┌─ DATA FOR THE TASK

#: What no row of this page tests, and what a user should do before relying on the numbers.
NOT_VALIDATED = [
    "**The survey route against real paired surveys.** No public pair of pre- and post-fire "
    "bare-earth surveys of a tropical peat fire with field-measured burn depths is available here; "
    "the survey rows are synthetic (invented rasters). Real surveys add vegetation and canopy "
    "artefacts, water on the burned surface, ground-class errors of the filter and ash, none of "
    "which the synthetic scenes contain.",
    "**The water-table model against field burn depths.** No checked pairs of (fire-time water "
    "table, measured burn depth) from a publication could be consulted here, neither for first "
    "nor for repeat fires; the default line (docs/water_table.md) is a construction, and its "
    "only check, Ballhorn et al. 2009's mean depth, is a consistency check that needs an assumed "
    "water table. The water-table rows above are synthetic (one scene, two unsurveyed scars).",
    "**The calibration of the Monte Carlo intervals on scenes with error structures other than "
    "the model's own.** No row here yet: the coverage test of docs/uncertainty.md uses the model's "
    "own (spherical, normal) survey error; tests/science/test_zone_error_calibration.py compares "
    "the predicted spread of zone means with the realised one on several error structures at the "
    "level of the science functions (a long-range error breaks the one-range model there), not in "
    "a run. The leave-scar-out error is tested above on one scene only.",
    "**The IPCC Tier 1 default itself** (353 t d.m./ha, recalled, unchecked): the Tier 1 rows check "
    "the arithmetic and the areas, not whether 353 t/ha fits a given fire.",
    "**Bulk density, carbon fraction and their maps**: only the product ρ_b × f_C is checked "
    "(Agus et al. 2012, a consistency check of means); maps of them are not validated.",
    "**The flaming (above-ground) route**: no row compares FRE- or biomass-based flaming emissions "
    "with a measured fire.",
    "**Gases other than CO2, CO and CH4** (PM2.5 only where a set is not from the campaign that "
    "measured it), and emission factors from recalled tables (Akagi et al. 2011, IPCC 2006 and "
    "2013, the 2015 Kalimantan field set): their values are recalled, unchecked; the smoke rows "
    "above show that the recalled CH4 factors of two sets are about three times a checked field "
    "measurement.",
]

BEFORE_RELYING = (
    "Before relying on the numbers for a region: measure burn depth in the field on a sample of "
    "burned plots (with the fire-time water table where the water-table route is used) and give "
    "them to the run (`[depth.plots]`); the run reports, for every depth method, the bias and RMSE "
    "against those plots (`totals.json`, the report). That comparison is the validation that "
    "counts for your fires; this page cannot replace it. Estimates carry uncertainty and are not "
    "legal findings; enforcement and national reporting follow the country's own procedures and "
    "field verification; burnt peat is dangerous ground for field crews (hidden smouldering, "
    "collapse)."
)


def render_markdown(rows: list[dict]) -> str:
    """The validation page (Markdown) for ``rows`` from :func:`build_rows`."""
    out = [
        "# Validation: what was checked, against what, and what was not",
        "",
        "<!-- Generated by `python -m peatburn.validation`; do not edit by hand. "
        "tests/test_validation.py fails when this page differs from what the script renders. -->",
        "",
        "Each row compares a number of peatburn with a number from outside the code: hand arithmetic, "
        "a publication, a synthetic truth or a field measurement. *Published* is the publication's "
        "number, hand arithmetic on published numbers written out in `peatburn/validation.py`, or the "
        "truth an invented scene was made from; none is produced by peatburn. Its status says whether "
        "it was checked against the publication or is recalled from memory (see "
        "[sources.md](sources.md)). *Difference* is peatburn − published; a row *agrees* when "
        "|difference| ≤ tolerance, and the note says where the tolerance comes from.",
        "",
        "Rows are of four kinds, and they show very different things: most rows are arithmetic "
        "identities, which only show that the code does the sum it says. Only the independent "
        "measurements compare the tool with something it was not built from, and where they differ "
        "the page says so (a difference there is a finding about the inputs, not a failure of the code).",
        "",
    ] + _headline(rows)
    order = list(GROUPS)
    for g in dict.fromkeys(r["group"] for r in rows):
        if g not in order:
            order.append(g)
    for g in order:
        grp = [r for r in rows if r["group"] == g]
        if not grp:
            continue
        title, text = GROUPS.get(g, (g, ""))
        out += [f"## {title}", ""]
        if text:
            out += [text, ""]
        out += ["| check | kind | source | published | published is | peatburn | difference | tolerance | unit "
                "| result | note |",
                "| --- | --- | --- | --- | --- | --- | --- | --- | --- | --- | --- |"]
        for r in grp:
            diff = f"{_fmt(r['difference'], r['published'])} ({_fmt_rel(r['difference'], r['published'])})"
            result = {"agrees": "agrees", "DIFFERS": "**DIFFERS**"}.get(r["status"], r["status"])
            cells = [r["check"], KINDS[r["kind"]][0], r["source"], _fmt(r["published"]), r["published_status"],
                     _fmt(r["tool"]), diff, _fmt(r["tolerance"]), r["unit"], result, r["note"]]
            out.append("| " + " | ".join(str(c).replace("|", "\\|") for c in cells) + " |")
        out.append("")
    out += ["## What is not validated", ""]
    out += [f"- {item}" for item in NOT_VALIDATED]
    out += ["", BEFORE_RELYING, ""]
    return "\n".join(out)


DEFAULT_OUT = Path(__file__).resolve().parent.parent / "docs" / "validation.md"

└─

_TASK INSTRUCTIONS_
Please write out, exactly as they appear, only the lines from the one holding "grp = [r for" through the end of the data.

_TASK ANSWER_
        grp = [r for r in rows if r["group"] == g]
        if not grp:
            continue
        title, text = GROUPS.get(g, (g, ""))
        out += [f"## {title}", ""]
        if text:
            out += [text, ""]
        out += ["| check | kind | source | published | published is | peatburn | difference | tolerance | unit "
                "| result | note |",
                "| --- | --- | --- | --- | --- | --- | --- | --- | --- | --- | --- |"]
        for r in grp:
            diff = f"{_fmt(r['difference'], r['published'])} ({_fmt_rel(r['difference'], r['published'])})"
            result = {"agrees": "agrees", "DIFFERS": "**DIFFERS**"}.get(r["status"], r["status"])
            cells = [r["check"], KINDS[r["kind"]][0], r["source"], _fmt(r["published"]), r["published_status"],
                     _fmt(r["tool"]), diff, _fmt(r["tolerance"]), r["unit"], result, r["note"]]
            out.append("| " + " | ".join(str(c).replace("|", "\\|") for c in cells) + " |")
        out.append("")
    out += ["## What is not validated", ""]
    out += [f"- {item}" for item in NOT_VALIDATED]
    out += ["", BEFORE_RELYING, ""]
    return "\n".join(out)


DEFAULT_OUT = Path(__file__).resolve().parent.parent / "docs" / "validation.md"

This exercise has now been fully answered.